In 2006–2008, Taşcă won two cases concerning the denial of access to information opened against the Information and Security Service of the Republic of Moldova, which denied access to its archive.

On March 18, 2008 Mihai Taşcă submitted an application to the Ministry of Justice, seeking access to the files of the political parties; he intended to carry out a study about the election campaigns. On April 15, the Ministry rejected the application. After the second refusal, the researcher sued the Ministry to the Court of Appeal on June 17. On September 30, 2008, the court ordered that the Ministry of Justice offers Taşcă the files he asked for.

In 2001, he founded Revista de drept privat; now he is the editor in chief of this scientific magazine.
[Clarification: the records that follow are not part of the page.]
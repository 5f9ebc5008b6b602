package org.crossreach.report.pdf;

import java.util.List;
import org.crossreach.report.Decimals;
import org.crossreach.report.Quantity;
import org.crossreach.survey.Instrument;
import org.crossreach.survey.Site;
import org.crossreach.survey.Stage;

/** Facts that all passes of a measurement share. */
final class MeasurementFacts {

  private MeasurementFacts() {}

  /** Site, party and stage. */
  static void addSite(Facts facts, Subject subject) {
    Site site = subject.measurement().site();
    facts
        .add("Site number", site.number())
        .add("Position (WGS 84)", position(site))
        .add("Party", String.join(", ", subject.measurement().party()));
    subject.measurement().stage().ifPresent(stage -> facts.add("Stage", stage(subject, stage)));
  }

  /** Profiler and water. */
  static void addInstrument(Facts facts, Subject subject) {
    Instrument instrument = subject.measurement().instrument();
    facts
        .add(
            "Profiler",
            (instrument.serial().isBlank() ? "" : instrument.serial() + ", ")
                + number(instrument.frequencyKhz(), " kHz")
                + ", beams at "
                + number(instrument.beamAngleDeg(), "°"))
        .add("Draft", subject.with(Quantity.LENGTH, instrument.draftM(), 2))
        .add(
            "North",
            "declination "
                + number(instrument.declinationDeg(), "°")
                + ", offset "
                + number(instrument.headingOffsetDeg(), "°"))
        .add("Water temperature check", temperature(subject))
        .add("Salinity", number(subject.measurement().water().salinityPpt(), " ppt"));
  }

  private static String temperature(Subject subject) {
    double degrees = subject.measurement().water().temperatureCheckDegC();
    return Double.isNaN(degrees) ? "" : number(degrees, " °C");
  }

  private static String position(Site site) {
    if (Double.isNaN(site.latitudeDeg()) || Double.isNaN(site.longitudeDeg())) {
      return "";
    }
    Decimals six = new Decimals(6);
    return six.of(Math.abs(site.latitudeDeg()))
        + (site.latitudeDeg() < 0 ? "° S, " : "° N, ")
        + six.of(Math.abs(site.longitudeDeg()))
        + (site.longitudeDeg() < 0 ? "° W" : "° E");
  }

  private static String stage(Subject subject, Stage stage) {
    List<Stage.Reading> readings = stage.readings();
    if (readings.isEmpty()) {
      return stage.datum();
    }
    Stage.Reading first = readings.get(0);
    Stage.Reading last = readings.get(readings.size() - 1);
    String text = at(subject, first);
    if (readings.size() > 1) {
      text += " to " + at(subject, last);
    }
    return stage.datum().isBlank() ? text : text + " above " + stage.datum();
  }

  private static String at(Subject subject, Stage.Reading reading) {
    return subject.with(Quantity.LENGTH, reading.stageM(), 3)
        + " at "
        + Subject.clock(reading.time()).substring(0, 5);
  }

  private static String number(double value, String unit) {
    return Plain.number(value) + unit;
  }
}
He is also writing for daily Adevarul-Moldova, in a rubric called The Archives of Communism (once in two weeks, the other two materials per month being authored by historian Igor Caşu).

Works
 Mihail Taşcă, Sfatul Țării şi actualele autorităţi locale, "Timpul de dimineaţă", no. 114 (849), June 27, 2008 (page 16)

References

External links 
Ministry of Justice loses case on denial of access to information
Mihai Taşcă câştigă pentru a doua oară un proces împotriva SIS
Curtea Supremă de Justuţie: Accesul la dosarele Securităţii nu poate fi îngrădit
Mihai Taşcă, doctor în drept, cercetător ştiinţific superior, Institutul de Istorie, Stat şi Drept al AŞM
 Preşedintele interimar al Republicii Moldova Mihai Ghimpu a emis un decret prezidenţial privind constituirea Comisiei pentru studierea şi aprecierea regimului comunist totalitar din Republica Moldova.
Moldovan authorities going to condemn communist regime…
Hundreds of thousands of cases to be examined by commission for combating Communism
 http://www.privesc.eu/?p=1884 - The first press conference of the Commission, Moldpress, January 18, 2010. Video.
 https://web.archive.org/web/20100309165120/http://www.timpul.md/article/2010/01/18/5881 - interview with Gheorghe Cojocaru, president of the Commission.
 Vladimir Tismăneanu, Un moment istoric: Comisia de studiere a comunismului
 Site-ul Parlamentului Republicii Moldova

Living people
Moldova State University alumni
Moldovan jurists
Members of the Commission for the Study of the Communist Dictatorship in Moldova
Year of birth missing (living people)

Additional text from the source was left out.